Problem statement —
Reproduce the data shown below exactly.

= = =

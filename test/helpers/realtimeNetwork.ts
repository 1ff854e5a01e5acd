// Hand-built static inputs for the realtime tests: a small invented Vellmoor network as a Feed and a
// PatternSet (the contract types), and the same network in the shape the demo generator simulates.

import type { Feed, Frequency, Route, Stop } from '../../src/gtfs/types.js';
import type { Pattern, PatternSet } from '../../src/network/types.js';
import { assembleFeed, handPattern, type TripRows } from './feedObject.js';

export interface LineSpec {
  routeId: string;
  gapsM: number[]; // distance between consecutive stops
  startsS: number[]; // scheduled first departures (seconds of the service day); ignored for frequency lines
  frequency?: { startS: number; endS: number; headwayS: number }; // exact_times=1
}

export interface TestNetwork {
  feed: Feed;
  patterns: PatternSet;
  /** The network as simulateArchive() takes it (trip instances, frequencies expanded). */
  sim: { timeZone: string; date: string; trips: unknown[] };
}

const M_PER_DEG_LAT = 111_195;

export function hms(s: number): string {
  const h = Math.floor(s / 3600);
  const m = Math.floor((s % 3600) / 60);
  const sec = s % 60;
  return `${String(h).padStart(2, '0')}:${String(m).padStart(2, '0')}:${String(sec).padStart(2, '0')}`;
}

export function buildNetwork(lines: LineSpec[], { timeZone = 'Etc/GMT-1', date = '20261104' } = {}): TestNetwork {
  const stops: Stop[] = [];
  const stopIndex = new Map<string, number>();
  const trips: TripRows[] = [];
  const frequencies: Frequency[] = [];
  const routes: Route[] = [];
  const patterns: Pattern[] = [];
  const simTrips: unknown[] = [];
  lines.forEach((line, li) => {
    routes.push({ id: line.routeId, agencyId: 'VTA', shortName: line.routeId, longName: `Vellmoor ${line.routeId}`, type: 3 });
    const n = line.gapsM.length + 1;
    const dist = [0];
    for (const g of line.gapsM) dist.push(dist[dist.length - 1] + g);
    const idx: number[] = [];
    for (let i = 0; i < n; i++) {
      const id = `${line.routeId}-S${String(i + 1).padStart(2, '0')}`;
      stopIndex.set(id, stops.length);
      idx.push(stops.length);
      // a straight line northwards, one line per 0.01 degree of longitude
      stops.push({
        id,
        code: '',
        name: `Vellmoor ${id}`,
        lat: 45 + dist[i] / M_PER_DEG_LAT,
        lon: 10 + li * 0.01,
        locationType: 0,
        parentStation: '',
      });
    }
    // schedule: 7 m/s between stops plus 20 s dwell at interior stops
    const rel: { arr: number[]; dep: number[] } = { arr: [], dep: [] };
    let t = 0;
    for (let i = 0; i < n; i++) {
      if (i > 0) t += Math.round(line.gapsM[i - 1] / 7);
      rel.arr.push(t);
      if (i > 0 && i < n - 1) t += 20;
      rel.dep.push(t);
    }
    const starts = line.frequency ? [line.frequency.startS] : line.startsS;
    const tripIds: string[] = [];
    starts.forEach((s0, k) => {
      const tripId = `${line.routeId}-T${String(k + 1).padStart(3, '0')}`;
      tripIds.push(tripId);
      trips.push({
        trip: { id: tripId, routeId: line.routeId, serviceId: 'WKDY', directionId: 0, headsign: 'North', shapeId: '' },
        stopIdx: idx,
        seq: idx.map((_, i) => (i + 1) * 10), // not consecutive, as GTFS allows
        arrS: rel.arr.map((x) => x + s0),
        depS: rel.dep.map((x) => x + s0),
        shapeDist: idx.map(() => NaN),
        timepoint: idx.map(() => 1),
        noService: idx.map(() => 0),
      });
      const instanceStarts = line.frequency
        ? Array.from(
            { length: Math.ceil((line.frequency.endS - line.frequency.startS) / line.frequency.headwayS) },
            (_, j) => line.frequency!.startS + j * line.frequency!.headwayS,
          )
        : [s0];
      for (const st of instanceStarts) {
        simTrips.push({
          tripId,
          routeId: line.routeId,
          startTime: line.frequency ? hms(st) : null,
          stops: idx.map((si, i) => ({
            stopId: stops[si].id,
            seq: (i + 1) * 10,
            lat: stops[si].lat,
            lon: stops[si].lon,
            distM: dist[i],
            schedArrS: rel.arr[i] + st,
            schedDepS: rel.dep[i] + st,
            noService: false,
          })),
        });
      }
    });
    if (line.frequency)
      frequencies.push({
        tripId: tripIds[0],
        startS: line.frequency.startS,
        endS: line.frequency.endS,
        headwayS: line.frequency.headwayS,
        exactTimes: 1,
      });
    patterns.push(
      handPattern({
        id: `${line.routeId}:0:1`,
        routeId: line.routeId,
        headsign: 'North',
        tripIds,
        tripsPerDay: simTrips.length,
        stopIdx: idx,
        distAlongM: dist,
        timepoint: idx.map(() => true),
        gapRunTimeS: line.gapsM.map((g) => Math.round(g / 7)),
        runTimeS: rel.arr[n - 1],
        scheduledDwellS: idx.map((_, i) => (i > 0 && i < n - 1 ? 20 : 0)),
      }),
    );
  });
  const feed: Feed = assembleFeed({
    source: 'vellmoor-test',
    date: null,
    contentHash: '',
    agencies: [{ id: 'VTA', name: 'Vellmoor Transit Authority', timezone: timeZone }],
    routes,
    stops,
    trips,
    shapes: [],
    calendar: [{ serviceId: 'WKDY', days: [true, true, true, true, true, false, false], start: '20261102', end: '20270331' }],
    frequencies,
    feedInfo: null,
  });
  const routesAtStop = new Map<number, Set<string>>();
  for (const p of patterns) for (const s of p.stopIdx) routesAtStop.set(s, new Set([p.id]));
  return {
    feed,
    patterns: { date: `${date.slice(0, 4)}-${date.slice(4, 6)}-${date.slice(6)}`, patterns, routesAtStop },
    sim: { timeZone, date, trips: simTrips },
  };
}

= = =

Answer to this exercise —
filename test/helpers/realtimeNetwork.ts
repository 1ff854e5a01e5acd
// Hand-built static inputs for the realtime tests: a small invented Vellmoor network as a Feed and a
// PatternSet (the contract types), and the same network in the shape the demo generator simulates.

import type { Feed, Frequency, Route, Stop } from '../../src/gtfs/types.js';
import type { Pattern, PatternSet } from '../../src/network/types.js';
import { assembleFeed, handPattern, type TripRows } from './feedObject.js';

export interface LineSpec {
  routeId: string;
  gapsM: number[]; // distance between consecutive stops
  startsS: number[]; // scheduled first departures (seconds of the service day); ignored for frequency lines
  frequency?: { startS: number; endS: number; headwayS: number }; // exact_times=1
}

export interface TestNetwork {
  feed: Feed;
  patterns: PatternSet;
  /** The network as simulateArchive() takes it (trip instances, frequencies expanded). */
  sim: { timeZone: string; date: string; trips: unknown[] };
}

const M_PER_DEG_LAT = 111_195;

export function hms(s: number): string {
  const h = Math.floor(s / 3600);
  const m = Math.floor((s % 3600) / 60);
  const sec = s % 60;
  return `${String(h).padStart(2, '0')}:${String(m).padStart(2, '0')}:${String(sec).padStart(2, '0')}`;
}

export function buildNetwork(lines: LineSpec[], { timeZone = 'Etc/GMT-1', date = '20261104' } = {}): TestNetwork {
  const stops: Stop[] = [];
  const stopIndex = new Map<string, number>();
  const trips: TripRows[] = [];
  const frequencies: Frequency[] = [];
  const routes: Route[] = [];
  const patterns: Pattern[] = [];
  const simTrips: unknown[] = [];
  lines.forEach((line, li) => {
    routes.push({ id: line.routeId, agencyId: 'VTA', shortName: line.routeId, longName: `Vellmoor ${line.routeId}`, type: 3 });
    const n = line.gapsM.length + 1;
    const dist = [0];
    for (const g of line.gapsM) dist.push(dist[dist.length - 1] + g);
    const idx: number[] = [];
    for (let i = 0; i < n; i++) {
      const id = `${line.routeId}-S${String(i + 1).padStart(2, '0')}`;
      stopIndex.set(id, stops.length);
      idx.push(stops.length);
      // a straight line northwards, one line per 0.01 degree of longitude
      stops.push({
        id,
        code: '',
        name: `Vellmoor ${id}`,
        lat: 45 + dist[i] / M_PER_DEG_LAT,
        lon: 10 + li * 0.01,
        locationType: 0,
        parentStation: '',
      });
    }
    // schedule: 7 m/s between stops plus 20 s dwell at interior stops
    const rel: { arr: number[]; dep: number[] } = { arr: [], dep: [] };
    let t = 0;
    for (let i = 0; i < n; i++) {
      if (i > 0) t += Math.round(line.gapsM[i - 1] / 7);
      rel.arr.push(t);
      if (i > 0 && i < n - 1) t += 20;
      rel.dep.push(t);
    }
    const starts = line.frequency ? [line.frequency.startS] : line.startsS;
    const tripIds: string[] = [];
    starts.forEach((s0, k) => {
      const tripId = `${line.routeId}-T${String(k + 1).padStart(3, '0')}`;
      tripIds.push(tripId);
      trips.push({
        trip: { id: tripId, routeId: line.routeId, serviceId: 'WKDY', directionId: 0, headsign: 'North', shapeId: '' },
        stopIdx: idx,
        seq: idx.map((_, i) => (i + 1) * 10), // not consecutive, as GTFS allows
        arrS: rel.arr.map((x) => x + s0),
        depS: rel.dep.map((x) => x + s0),
        shapeDist: idx.map(() => NaN),
        timepoint: idx.map(() => 1),
        noService: idx.map(() => 0),
      });
      const instanceStarts = line.frequency
        ? Array.from(
            { length: Math.ceil((line.frequency.endS - line.frequency.startS) / line.frequency.headwayS) },
            (_, j) => line.frequency!.startS + j * line.frequency!.headwayS,
          )
        : [s0];
      for (const st of instanceStarts) {
        simTrips.push({
          tripId,
          routeId: line.routeId,
          startTime: line.frequency ? hms(st) : null,
          stops: idx.map((si, i) => ({
            stopId: stops[si].id,
            seq: (i + 1) * 10,
            lat: stops[si].lat,
            lon: stops[si].lon,
            distM: dist[i],
            schedArrS: rel.arr[i] + st,
            schedDepS: rel.dep[i] + st,
            noService: false,
          })),
        });
      }
    });
    if (line.frequency)
      frequencies.push({
        tripId: tripIds[0],
        startS: line.frequency.startS,
        endS: line.frequency.endS,
        headwayS: line.frequency.headwayS,
        exactTimes: 1,
      });
    patterns.push(
      handPattern({
        id: `${line.routeId}:0:1`,
        routeId: line.routeId,
        headsign: 'North',
        tripIds,
        tripsPerDay: simTrips.length,
        stopIdx: idx,
        distAlongM: dist,
        timepoint: idx.map(() => true),
        gapRunTimeS: line.gapsM.map((g) => Math.round(g / 7)),
        runTimeS: rel.arr[n - 1],
        scheduledDwellS: idx.map((_, i) => (i > 0 && i < n - 1 ? 20 : 0)),
      }),
    );
  });
  const feed: Feed = assembleFeed({
    source: 'vellmoor-test',
    date: null,
    contentHash: '',
    agencies: [{ id: 'VTA', name: 'Vellmoor Transit Authority', timezone: timeZone }],
    routes,
    stops,
    trips,
    shapes: [],
    calendar: [{ serviceId: 'WKDY', days: [true, true, true, true, true, false, false], start: '20261102', end: '20270331' }],
    frequencies,
    feedInfo: null,
  });
  const routesAtStop = new Map<number, Set<string>>();
  for (const p of patterns) for (const s of p.stopIdx) routesAtStop.set(s, new Set([p.id]));
  return {
    feed,
    patterns: { date: `${date.slice(0, 4)}-${date.slice(4, 6)}-${date.slice(6)}`, patterns, routesAtStop },
    sim: { timeZone, date, trips: simTrips },
  };
}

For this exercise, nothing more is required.